Individualized Augmented Reality Training Reduces Phantom Pain and Cortical Reorganization in Amputees: A Proof of Concept Study
- PMID: 32574786
- DOI: 10.1016/j.jpain.2020.06.002
Individualized Augmented Reality Training Reduces Phantom Pain and Cortical Reorganization in Amputees: A Proof of Concept Study
Abstract
Phantom limb pain (PLP) may be relieved using a visual representation of an intact limb. However, patients with distorted (telescoped) phantoms seem unable to associate with visualizations of intact limbs. A virtual arm visualization was matched to the individual's phantom perception and controlled in an augmented reality (AR) intervention. Seven PLP participants with telescoped phantoms performed 8 supervised home-based AR-training sessions (45 minutes each) within 2 weeks. The virtual arm was superimposed in AR onto their residual limb and controlled using electromyography from the residual limb. AR-training sessions included 3 AR tasks aimed at reengaging the neural circuits related to the lost limb.
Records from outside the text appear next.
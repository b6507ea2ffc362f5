"""Where a part's pins land on a rig's site: lines, raised switches, VCC switches. Pure look-ups."""

from __future__ import annotations

from collections.abc import Mapping
from dataclasses import dataclass

from pulsewright.chip.model import Definition, Mode
from pulsewright.errors import CannotMake
from pulsewright.rig.model import Rig, Switch
from pulsewright.wire.ops import line_byte
from pulsewright.wire.tables import Level

_NOT_CONTROL = ("A", "D", "VCC", "GND", "NC", "DC")
_LEVELS = {"L": Level.LOW, "H": Level.HIGH}


@dataclass(frozen=True)
class PinMap:
    """A definition seated in the first site of a rig."""

    definition: Definition
    rig: Rig

    def position(self, pin: int) -> int:
        """The site's position under a package pin; CannotMake for a package the site does not take."""
        site = self.rig.site
        if self.definition.package not in site.packages:
            raise CannotMake(
                f"the site does not take a {self.definition.package}",
                wanted=self.definition.package,
                got=", ".join(site.packages),
            )
        return site.position_of(self.definition.package, pin)

    def line(self, name: str) -> int:
        """The line of a pin role or alias; CannotMake where no line reaches it."""
        position = self.position(self.definition.pin_of(name)[0])
        line = self.rig.site.positions[position].line
        if line is None:
            raise CannotMake(f"no line of the rig reaches {name}", got=f"position {position}")
        return line

    @property
    def address_lines(self) -> tuple[int, ...]:
        """Lines of the address bits from bit 0 up."""
        return tuple(self.line(f"A{bit}") for bit in range(len(self.definition.pins["A"])))

    @property
    def control_roles(self) -> tuple[str, ...]:
        """Roles that a line holds L or H in some mode: CE, OE, ..."""
        return tuple(role for role in self.definition.pins if role not in _NOT_CONTROL)

    def switch(self, name: str) -> Switch:
        """The raised switch of a pin role or alias; CannotMake where the position has none."""
        position = self.position(self.definition.pin_of(name)[0])
        switch = self.rig.switch_at(position)
        if switch is None:
            raise CannotMake(f"the rig cannot raise {name}", got=f"position {position} has no raised switch")
        return switch

    @property
    def vcc_mask(self) -> int:
        """Mask of the VCC switches of the part's VCC pins; CannotMake where a pin has none."""
        mask = 0
        for pin in self.definition.pins["VCC"]:
            switch = self.rig.vcc_switch_at(self.position(pin))
            if switch is None:
                raise CannotMake(f"the rig cannot bring VCC to pin {pin}", got=f"position {self.position(pin)}")
            mask |= 1 << switch.number
        return mask

    def raised_levels(self, mode: Mode) -> Mapping[str, str]:
        """Pin role or alias -> supply step, for the raised pins of a mode."""
        return {name: level for name, level in mode.levels.items() if level in self.definition.supplies}

    def control_levels(self, mode: Mode) -> dict[str, Level]:
        """Line level of each control role in a mode; a raised pin's line is H, X and Z keep what they are."""
        levels = {}
        for role in self.control_roles:
            level = mode.levels.get(role, "X")
            if level in self.definition.supplies or level == "VCC":
                levels[role] = Level.HIGH
            elif level in _LEVELS:
                levels[role] = _LEVELS[level]
        return levels

    def pattern(self, mode: Mode) -> bytes:
        """The mode's control lines as line bytes, in the order of roles."""
        return bytes(line_byte(self.line(role), level) for role, level in self.control_levels(mode).items())

    def enabling(self, mode: Mode) -> bytes:
        """Line bytes of the control lines that a mode holds at L or H by itself: what makes the chip drive D in it."""
        own = [role for role in self.control_roles if mode.levels.get(role) in _LEVELS]
        return bytes(line_byte(self.line(role), _LEVELS[mode.levels[role]]) for role in own)

    def raised_address_bits(self, mode: Mode) -> int:
        """Address bits that stand raised in a mode: their lines must be H."""
        bits = 0
        for name in self.raised_levels(mode):
            if name.startswith("A") and name[1:].isdigit():
                bits |= 1 << int(name[1:])
        return bits
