"""Definition and rig to sequences: the five kinds of closed work on a chip. Pure: nothing is read, nothing is sent.

Every sequence powers the chip up, checks its seat, passes the gate, works, and ends safe. Compile time does not grow
with the image: data is named by range and hash only. All raise CannotMake where the rig has no step that serves.
"""

from __future__ import annotations

from pulsewright.chip.model import Definition, EachStep, Method, ModeStep
from pulsewright.errors import CannotMake
from pulsewright.rig.model import RailStep, Rig
from pulsewright.sequence import bus
from pulsewright.sequence.build import Builder
from pulsewright.sequence.fuse import fuse
from pulsewright.sequence.identity import pass_gate
from pulsewright.sequence.levels import choose_vcc
from pulsewright.sequence.lower import Lowering, modes_of, writes_bus
from pulsewright.sequence.modes import enter, move_vcc, narrow_vcc, prove_level
from pulsewright.sequence.permits import make_permit, vcc_windows
from pulsewright.sequence.seating import power_up
from pulsewright.sequence.types import Sequence
from pulsewright.units import Rounding, show_address, show_mv, ticks
from pulsewright.wire.ops import Header, Label
from pulsewright.wire.tables import PROGRAM_BYTES, Fail, Flow, Op

BLOCK_BYTES = 256  # a block of this many data bytes: 27 ms of 100 us pulses, or 2.6 ms of line at 1 Mbaud


def _start(definition: Definition, rig: Rig) -> Builder:
    b = Builder(definition, rig)
    power_up(b)
    pass_gate(b)
    return b


def _vcc_used(definition: Definition, rig: Rig, modes: list[str]) -> list[tuple[str, RailStep]]:
    names = ["standby", "read", *modes]
    if definition.identify == "mode":
        names.append(definition.identify_mode)
    used = {}
    for name in names:
        step = definition.supplies[definition.modes[name].vcc]
        used[step.name] = choose_vcc(definition, rig, step)
    return list(used.items())


def _finish(
    b: Builder,
    *,
    kind: str,
    title: str,
    modes: list[str],
    first: int,
    last: int,
    flow: Flow,
    extra_vcc: tuple[tuple[str, RailStep], ...] = (),
    passes: int = 1,
    block_words: int = 0,
    busy: int = 0,
    data_sha256: str = "",
) -> Sequence:
    definition = b.definition
    vcc_mv = b.state.vcc.mv if b.state.vcc else 0
    with b.about("end: everything down in order", part="power"):
        b.emit(Op.END)
    used = [*_vcc_used(definition, b.rig, modes), *extra_vcc]
    narrow_vcc(b, vcc_windows(definition, b.rig, used))
    b.items = fuse(b.items)
    passes = passes if flow is not Flow.NONE else 0
    words = (last - first + 1) * passes
    block_words = block_words or BLOCK_BYTES * 8 // definition.width
    code, origins = b.assemble(Header(definition.width, flow, b.pins.address_lines, words, block_words, passes))
    if len(code) > PROGRAM_BYTES:
        biggest = origins[-1]
        raise CannotMake(
            f"{title}: the program is longer than a board's memory",
            wanted=f"at most {PROGRAM_BYTES} bytes",
            got=f"{len(code)} bytes",
            where=biggest.where,
        )
    raised = [name for name in modes if b.pins.raised_levels(definition.modes[name])]
    permit = make_permit(b, raised, used, code, busy)
    return Sequence(
        kind=kind,
        title=title,
        code=code,
        permit=permit,
        origins=origins,
        first=first,
        last=last,
        vcc_mv=vcc_mv,
        data_sha256=data_sha256,
        notes=_notes(definition),
    )


def _notes(definition: Definition) -> tuple[str, ...]:
    unknown = [step.name for step in definition.supplies.values() if not step.limits_known]
    if not unknown:
        return ()
    return (f"limits of {', '.join(unknown)} are not published: typ ±5 % is taken (common practice)",)


def _span(definition: Definition, first: int, last: int) -> str:
    return f"{show_address(first, definition.words)}..{show_address(last, definition.words)}"


def compile_identify(definition: Definition, rig: Rig) -> Sequence:
    """Seating check and ID bytes, nothing else."""
    b = _start(definition, rig)
    last = definition.words - 1
    return _finish(b, kind="identify", title="identify", modes=[], first=0, last=last, flow=Flow.NONE)


def compile_read(
    definition: Definition,
    rig: Rig,
    first: int,
    last: int,
    *,
    mode: str = "read",
    rail_step: RailStep | None = None,
) -> Sequence:
    """Reads a range to the host, in a mode's VCC or at a rail step that lies inside that step's window."""
    b = _start(definition, rig)
    step = definition.supplies[definition.modes[mode].vcc]
    with b.about(f"read words {_span(definition, first, last)}", part="work", where=definition.modes[mode].where):
        if rail_step is not None:
            move_vcc(b, step, rail_step)
            b.set_lines(b.pins.control_levels(definition.modes[mode]))
            b.state.outputs, b.state.mode = True, mode
        else:
            enter(b, mode)
        b.wait(0)
        b.emit(Op.READ_RUN, wait=ticks(b.line_settle_ps + b.access_ps(mode), Rounding.AT_LEAST))
    at = b.state.vcc.mv if b.state.vcc else step.typ_mv
    title = f"read {_span(definition, first, last)} at {step.name} ({show_mv(at)})"
    extra = ((step.name, rail_step),) if rail_step is not None else ()
    return _finish(b, kind="read", title=title, modes=[mode], first=first, last=last, flow=Flow.READ, extra_vcc=extra)


def compile_blank(definition: Definition, rig: Rig, first: int, last: int) -> Sequence:
    """Every word of a range compared with the erased state, in the firmware."""
    b = _start(definition, rig)
    mode = definition.modes["read"]
    with b.about(f"every word reads {definition.blank:0{definition.width // 4}X}", part="work", where=mode.where):
        enter(b, "read", at=first)
        b.wait(0)
        access = ticks(b.line_settle_ps + b.access_ps("read"), Rounding.AT_LEAST)
        b.emit(Op.SCAN, first=first, count=last - first + 1, word=definition.blank, wait=access)
        b.fail_unless(Fail.NOT_BLANK)
    title = f"blank check {_span(definition, first, last)}"
    return _finish(b, kind="blank", title=title, modes=["read"], first=first, last=last, flow=Flow.NONE)


def _work(b: Builder, method: Method, first: int, last: int, failure: Fail) -> list[str]:
    """A method's steps, its raised rail made and measured first; the modes it goes to."""
    modes = modes_of((*method.steps, *method.finally_))
    top = [b.pins.raised_levels(b.definition.modes[step.mode]) for step in method.steps if isinstance(step, ModeStep)]
    for name in modes:
        levels = b.pins.raised_levels(b.definition.modes[name])
        if levels and levels not in top:  # else it is measured where the steps raise it, before any loop
            with b.about("", part="power"):
                prove_level(b, name)
    enter(b, "standby")
    b.wait(0)
    way_out = b.label() if method.finally_ else None
    Lowering(b, first, last, failure, way_out).run(method.steps)
    if way_out is not None:
        _finally(b, method, way_out, failure)
    return modes


def _finally(b: Builder, method: Method, way_out: Label, failure: Fail) -> None:
    """The steps that end a method, once behind the work that was done and once behind work that failed."""
    done = b.label()
    for ending in (done, way_out):
        with b.about("in the end", part="work", where=method.where):
            if ending is way_out:
                b.place(way_out)
            bus.end_load(b)
            enter(b, "standby")
            b.wait(0)
            begun = b.fork()
            Lowering(b, 0, 0, failure).run(method.finally_)
            bus.end_load(b)
            enter(b, "standby")
            b.wait(0)
            if ending is way_out:
                b.emit(Op.FAIL, why=failure)
                b.place(done)
            else:
                b.emit(Op.BRANCH, when=2, depth=0, to=done.name)
                b.back_to(begun)


def compile_erase(definition: Definition, rig: Rig) -> Sequence:
    """The data sheet's erase, to the last word proven blank; CannotMake for a part without one."""
    if definition.erase is None:
        raise CannotMake(f"{definition.name} has no electrical erase", did="was not asked: nothing was sent")
    b = _start(definition, rig)
    last = definition.words - 1
    modes = _work(b, definition.erase, 0, last, Fail.ERASE)
    busy = _busy(b, definition.erase)
    return _finish(b, kind="erase", title="erase the chip", modes=modes, first=0, last=last, flow=Flow.NONE, busy=busy)


def compile_burn(
    definition: Definition, rig: Rig, first: int, last: int, data_sha256: str, *, protected: bool = False
) -> Sequence:
    """Burns the words of a range that the host marks, each read back; CannotMake for a part that cannot be burnt.

    `protected`: the way of writing a part whose protection is on (or is to be on).
    """
    method = definition.protected if protected else definition.program
    if method is None:
        what = "be programmed with its protection on" if protected else "be programmed"
        raise CannotMake(f"{definition.name} cannot {what}", did="was not asked: nothing was sent")
    b = _start(definition, rig)
    modes = _work(b, method, first, last, Fail.PROGRAM)
    title = f"burn {_span(definition, first, last)}" + (" with protection" if protected else "")
    return _finish(
        b,
        kind="burn",
        title=title,
        modes=modes,
        first=first,
        last=last,
        flow=Flow.WRITE,
        passes=sum(isinstance(step, EachStep) for step in method.steps),
        block_words=definition.page if method.unit == "page" else 0,
        busy=_busy(b, method),
        data_sha256=data_sha256,
    )


def compile_protect(definition: Definition, rig: Rig, *, on: bool) -> Sequence:
    """Software protection switched on or off; CannotMake for a part without."""
    if definition.protect is None:
        raise CannotMake(f"{definition.name} has no software protection", did="was not asked: nothing was sent")
    steps = definition.protect.on if on else definition.protect.off
    method = Method("both", "chip", steps, where=definition.protect.where)
    b = _start(definition, rig)
    last = definition.words - 1
    modes = _work(b, method, 0, last, Fail.PROGRAM)
    title = f"protection {'on' if on else 'off'}"
    busy = _busy(b, method)
    return _finish(b, kind="protect", title=title, modes=modes, first=0, last=last, flow=Flow.NONE, busy=busy)


def _busy(b: Builder, method: Method) -> int:
    """Ticks for which the part may work by itself after the last write of a method; 0 where it writes no command."""
    write = b.definition.write
    if write is None or not writes_bus((*method.steps, *method.finally_)):
        return 0
    return ticks(b.timing_max_ps(write.busy) + write.begin_ps, Rounding.AT_LEAST)
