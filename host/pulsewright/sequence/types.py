"""A compiled sequence: one closed piece of work on the chip, as data, before any of it happens."""

from __future__ import annotations

from dataclasses import dataclass, field

from pulsewright.errors import Where
from pulsewright.wire.permit import Permit


@dataclass(frozen=True)
class Origin:
    """Where an op comes from: its byte offset, what it is for, the definition's line (empty for the frame of rules).

    `part` groups ops for messages: "seating", "gate", "power", "work".
    """

    offset: int
    part: str
    text: str
    where: Where = field(default_factory=Where)


@dataclass(frozen=True)
class Sequence:
    """`code` is what goes on the wire; `permit` carries its CRC-32; data is referred to by range and hash only."""

    kind: str  # "identify" | "read" | "blank" | "erase" | "burn"
    title: str  # "read 0000..FFFF at VCC.read (5.0 V)"
    code: bytes
    permit: Permit
    origins: tuple[Origin, ...]  # one for each op, by rising offset
    first: int  # first word of the range
    last: int  # last word of the range
    vcc_mv: int  # VCC during the work
    data_sha256: str = ""  # of the words in range, where it writes
    notes: tuple[str, ...] = ()

    def origin_at(self, offset: int) -> Origin | None:
        """The origin of the op at (or holding) a byte offset."""
        found = None
        for origin in self.origins:
            if origin.offset > offset:
                break
            found = origin
        return found


@dataclass(frozen=True)
class Finding:
    """Something the proof will not let pass: the rule, the op, the state in words, numbers wanted and got."""

    rule: str  # "H1" .. "H11"
    offset: int
    text: str
    wanted: str = ""
    got: str = ""

    def __str__(self) -> str:
        parts = [f"{self.rule} at {self.offset}: {self.text}"]
        if self.wanted:
            parts.append(f"wanted {self.wanted}")
        if self.got:
            parts.append(f"got {self.got}")
        return "; ".join(parts)


@dataclass(frozen=True)
class Proof:
    """What the proof did: findings (none: accepted), ops decoded, states visited."""

    findings: tuple[Finding, ...]
    ops: int
    states: int

    @property
    def accepted(self) -> bool:
        """True when nothing was found."""
        return not self.findings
Agency (Rubber hand illusion questionnaire) and telescoping (proprioceptive drift and felt telescoping) were monitored after individual training sessions. fMRI during lip pursing was assessed before and after intervention. Pain rating index scores were reduced by 52% (mean change = -1.884, P = .032, d = 1.135). Numerical rating scale scores of PLP severity (0-6) in patients benefitting from the intervention were reduced by 41% (mean change = .93 P = .022, d = 1.334). The lip pursing task illustrated decreased cortical activity in the primary somatosensory cortex, which correlated to the reduced numerical rating scale scores of PLP severity. PERSPECTIVE: Two weeks of novel AR interventions in patients with telescoped phantoms demonstrated reduced PLP and reversal of cortical reorganization. This research highlights the potential of individualized AR interventions for PLP and indicate the importance of agency in this type of treatments.
Keywords: Phantom limb pain; augmented reality; cortical reorganization; telescoping; visual feedback.